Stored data
┄┄┄┄┄┄┄┄┄┄┄┄┄┄┄┄┄┄┄┄
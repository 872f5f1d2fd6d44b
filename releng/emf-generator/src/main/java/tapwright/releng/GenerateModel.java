// SPDX-License-Identifier: EPL-2.0
package tapwright.releng;

import java.nio.file.Path;

import org.eclipse.emf.codegen.ecore.generator.Generator;
import org.eclipse.emf.codegen.ecore.generator.GeneratorAdapterFactory;
import org.eclipse.emf.codegen.ecore.genmodel.GenModel;
import org.eclipse.emf.codegen.ecore.genmodel.GenModelPackage;
import org.eclipse.emf.codegen.ecore.genmodel.generator.GenBaseGeneratorAdapter;
import org.eclipse.emf.codegen.ecore.genmodel.generator.GenModelGeneratorAdapterFactory;
import org.eclipse.emf.common.util.BasicDiagnostic;
import org.eclipse.emf.common.util.BasicMonitor;
import org.eclipse.emf.common.util.Diagnostic;
import org.eclipse.emf.common.util.URI;
import org.eclipse.emf.ecore.plugin.EcorePlugin;
import org.eclipse.emf.ecore.resource.Resource;
import org.eclipse.emf.ecore.resource.impl.ResourceSetImpl;
import org.eclipse.emf.ecore.xmi.impl.XMIResourceFactoryImpl;

/**
 * Generates the code of the model and of its item providers from {@code tapwright.model/model/tapwright.genmodel}.
 * Into an empty place the same model gives the same bytes; over older code, EMF would merge.
 */
public final class GenerateModel {

	private static final String MODEL = "tapwright.model";
	private static final String EDIT = "tapwright.model.edit";

	private GenerateModel() {
	}

	/**
	 * Runs the generator; ends with exit code 1 when the model is not sound.
	 *
	 * @param args the folder that holds the bundles' folders; the model is read from there and the code written there
	 */
	public static void main(String[] args) {
		var bundles = Path.of(args[0]).toAbsolutePath();
		var genModel = load(bundles);
		var invalid = BasicDiagnostic.toDiagnostic(genModel.validate());
		if (invalid.getSeverity() != Diagnostic.OK) {
			fail(describe(invalid));
		}
		GeneratorAdapterFactory.Descriptor.Registry.INSTANCE.addDescriptor(GenModelPackage.eNS_URI,
				GenModelGeneratorAdapterFactory.DESCRIPTOR);
		genModel.setCanGenerate(true);
		var generator = new Generator();
		generator.setInput(genModel);
		// write over what is there, not beside it
		generator.getOptions().redirectionPattern = null;
		generate(generator, genModel, GenBaseGeneratorAdapter.MODEL_PROJECT_TYPE);
		generate(generator, genModel, GenBaseGeneratorAdapter.EDIT_PROJECT_TYPE);
	}

	private static GenModel load(Path bundles) {
		var resources = new ResourceSetImpl();
		resources.getResourceFactoryRegistry().getExtensionToFactoryMap().put(Resource.Factory.Registry.DEFAULT_EXTENSION,
				new XMIResourceFactoryImpl());
		GenModelPackage.eINSTANCE.eClass();
		for (var bundle : new String[] { MODEL, EDIT }) {
			// the trailing slash makes it a folder that project paths are resolved against
			var folder = URI.createFileURI(bundles.resolve(bundle) + "/");
			EcorePlugin.getPlatformResourceMap().put(bundle, folder);
		}
		var file = bundles.resolve(MODEL).resolve("model/tapwright.genmodel");
		var genModel = (GenModel) resources.getResource(URI.createFileURI(file.toString()), true).getContents().get(0);
		genModel.reconcile();
		return genModel;
	}

	private static void generate(Generator generator, GenModel genModel, Object projectType) {
		var result = generator.generate(genModel, projectType, new BasicMonitor());
		if (result.getSeverity() >= Diagnostic.ERROR) {
			fail(describe(result));
		}
	}

	private static String describe(Diagnostic diagnostic) {
		var text = new StringBuilder(diagnostic.getMessage());
		for (var child : diagnostic.getChildren()) {
			text.append(System.lineSeparator()).append(describe(child));
		}
		return text.toString();
	}

	private static void fail(String message) {
		System.err.println(message);
		System.exit(1);
	}
}
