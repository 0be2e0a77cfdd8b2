//! Result sets without any error: the exact solution written as a solver would export it, in any dialect.

use super::mesh::{Mesh, Sector};
use flate2::Compression;
use flate2::write::GzEncoder;
use nalgebra::Matrix3;
use std::collections::BTreeMap;
use std::f64::consts::PI;
use std::io::Write;
use std::path::Path;
use truebore::elements::{Rule, map};
use truebore::exact::{self, Ends, ExactSolution, Extent, Parameters, State};
use truebore::materials;
use truebore::mechanics::{Point, StressMeasure};

/// A tube, as the suite says it and as the exact library knows it.
#[derive(Debug, Clone)]
pub struct Tube {
    pub problem: &'static str,
    pub ends: Ends,
    pub inner: f64,
    pub outer: f64,
    pub inner_pressure: f64,
    pub outer_pressure: f64,
    pub law: &'static str,
    pub constants: &'static [(&'static str, f64)],
}

impl Tube {
    /// A soft rubber tube in mm and MPa, blown up by about a quarter.
    pub fn rubber(ends: Ends) -> Self {
        Self {
            problem: "pressurised-tube",
            ends,
            inner: 8.0,
            outer: 12.0,
            inner_pressure: 0.05,
            outer_pressure: 0.01,
            law: "Mooney-Rivlin",
            constants: &[("c10", 0.15), ("c01", 0.05)],
        }
    }

    /// A linear-elastic tube whose volume changes.
    pub fn linear() -> Self {
        Self {
            problem: "lame-tube",
            ends: Ends::Closed,
            law: "linear-elastic",
            constants: &[("E", 1.2), ("nu", 0.3)],
            ..Self::rubber(Ends::Closed)
        }
    }

    pub fn exact(&self) -> Box<dyn ExactSolution> {
        let constants: Vec<_> = self
            .constants
            .iter()
            .map(|(name, value)| (name.to_string(), *value))
            .collect();
        let given = Parameters {
            inner_radius: self.inner,
            outer_radius: self.outer,
            ends: self.ends,
            material: materials::build(self.law, &constants).unwrap(),
            inner_pressure: self.inner_pressure,
            outer_pressure: self.outer_pressure,
        };
        exact::build(self.problem, &given).unwrap()
    }

    /// The head of a suite of one case, up to and without `accept`.
    pub fn suite(&self, more: &str) -> String {
        let ends = match self.ends {
            Ends::GeneralizedPlaneStrain { axial_force } => {
                format!("{{ generalized-plane-strain: {{ axial-force: {axial_force} }} }}")
            }
            Ends::FixedStretch { axial_stretch } => {
                format!("{{ fixed-stretch: {{ axial-stretch: {axial_stretch} }} }}")
            }
            other => other.name().to_string(),
        };
        let constants: Vec<_> = self
            .constants
            .iter()
            .map(|(name, value)| format!("{name}: {value}"))
            .collect();
        format!(
            "suite: perfect\nunits: {{ length: mm, stress: MPa }}\nmaterials: {{ wall: {{ {}: {{ {} }} }} }}\ncases:\n  \
             - id: tube\n    problem: {{ {}: {{ inner-radius: {}, outer-radius: {}, ends: {ends}, material: wall, \
             inner-pressure: {}, outer-pressure: {} }} }}\n    results: level-{{level}}\n{more}",
            self.law,
            constants.join(", "),
            self.problem,
            self.inner,
            self.outer,
            self.inner_pressure,
            self.outer_pressure,
        )
    }
}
┄┄┄┄┄┄┄┄┄┄┄┄┄┄┄┄┄┄┄┄
If a line in the data contains the string "BasicDiagnostic", count it, then give the total and nothing else.

Your solution: 2